═══ Data to examine ═══

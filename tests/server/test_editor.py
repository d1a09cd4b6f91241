"""The editor questions answered by the host (conelang/ide/editor.py), without the protocol.

Checks: pinned results are accepted by the checker on every example file; completion,
rename, folding and semantic tokens on small files whose answers follow from the syntax.
Mathematical facts come with their source.
"""
from __future__ import annotations

from pathlib import Path

import pytest

from conelang.ide import AnalysisHost
from conelang.ide.editor import RenameError

EXAMPLES = sorted((Path(__file__).resolve().parents[2] / "examples").glob("*.cone"))


def _host(text: str, uri: str = "mem://t.cone") -> AnalysisHost:
    h = AnalysisHost()
    h.apply_change(uri, text)
    return h


@pytest.mark.parametrize("path", EXAMPLES, ids=lambda p: p.name)
def test_pinned_results_hold_on_the_examples(path):
    text = path.read_text()
    h = _host(text)
    a = h.analysis("mem://t.cone")
    edits = []
    for name in a.defs:
        st = a.defs[name]
        if h.pin_target("mem://t.cone", st.name.span[0]) != name:
            continue
        e = h.pin_results("mem://t.cone", name)
        if e is not None:
            edits.append(e)
    if not edits:
        pytest.skip("everything in this file is pinned already")
    new = text
    for e in sorted(edits, key=lambda e: e.span, reverse=True):
        new = new[:e.span[0]] + e.new_text + new[e.span[1]:]
    h2 = _host(new)
    before = {(d.code, d.message) for d in h.diagnostics("mem://t.cone")}
    after = [d for d in h2.diagnostics("mem://t.cone") if (d.code, d.message) not in before]
    assert after == []
    assert new.count("\nexpect ") > text.count("\nexpect ")


def test_pin_skips_what_is_already_expected_and_what_is_undefined():
    # the positive quadrant: properties already expected are not written again
    text = "lattice N = Z^2\ncone c in N { rays (1,0) (0,1) }\nexpect c dim = 2\n"
    h = _host(text)
    e = h.pin_results("mem://t.cone", "c")
    assert "dim" not in e.new_text                 # already expected
    assert e.span == (len(text), len(text))        # after the expect line that follows the cone
    assert "expect c pointed" in e.new_text.splitlines()


def test_completion_contexts_from_the_syntax():
    text = ("lattice N = Z^3\ncone w in N { rays (1,0,0) (0,1,0) (1,1,4) }\n"
            "characters chi of N { (1,0,0) }\nexpect chi ")
    h = _host(text)
    got = {s.label: s.kind for s in h.completions("mem://t.cone", len(text))}
    assert got == {"normal": "property", "not": "keyword"}
    # inside a comment or a string: nothing
    h = _host(text + "  # cone ")
    assert h.completions("mem://t.cone", len(text) + 9) == []
    # a partial word at the start of a line: the statement keywords
    h = _host("lattice N = Z^3\nco")
    assert {"cone", "lattice", "expect"} <= {s.label for s in h.completions("mem://t.cone", 18)}


def test_rename_covers_uses_in_statements_that_do_not_parse_yet():
    text = "lattice N = Z^2\ncone c in N { rays (1,0) }\ncone d = dual c &\nexpect c pointed\n"
    h = _host(text)
    spans = [e.span for e in h.rename("mem://t.cone", text.index("c in"), "sigma")]
    assert [text[a:b] for a, b in spans] == ["c", "c", "c"]
    assert spans[1][0] == text.index("dual c") + 5
    with pytest.raises(RenameError, match="already defined"):
        h.rename("mem://t.cone", text.index("c in"), "N")
    with pytest.raises(RenameError, match="keyword"):
        h.rename("mem://t.cone", text.index("c in"), "crepant")


def test_folding_and_semantic_tokens():
    text = "# a\n# b\nlattice N = Z^2\ncone c in N {\n  rays (1,0)\n}\nfan F = resolve c\n"
    h = _host(text)
    assert h.folding_ranges("mem://t.cone") == [(0, 1, "comment"), (3, 5, "region")]
    toks = {(text[s:e], t, m) for s, e, t, m in h.semantic_tokens("mem://t.cone")}
    assert {("N", "type", ("declaration",)), ("c", "variable", ()), ("F", "namespace", ("declaration",)),
            ("resolve", "keyword", ()), ("Z", "type", ("defaultLibrary",)), ("# a", "comment", ())} <= toks


def test_doctests():
    import doctest

    import conelang.ide.editor
    import conelang.ide.host
    import conelang.server.convert
    import conelang.server.worker
    import conelang.syntax.format
    for mod in (conelang.ide.editor, conelang.ide.host, conelang.server.convert, conelang.server.worker,
                conelang.syntax.format):
        result = doctest.testmod(mod)
        assert result.failed == 0 and result.attempted > 0, mod.__name__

═══

■ Work task
The response must hold only the lines above from the line with "from conelang.ide.editor import RenameError" through the line with "text = path.read_text()", each copied exactly, both ends kept.

■ Response area
from conelang.ide.editor import RenameError

EXAMPLES = sorted((Path(__file__).resolve().parents[2] / "examples").glob("*.cone"))


def _host(text: str, uri: str = "mem://t.cone") -> AnalysisHost:
    h = AnalysisHost()
    h.apply_change(uri, text)
    return h


@pytest.mark.parametrize("path", EXAMPLES, ids=lambda p: p.name)
def test_pinned_results_hold_on_the_examples(path):
    text = path.read_text()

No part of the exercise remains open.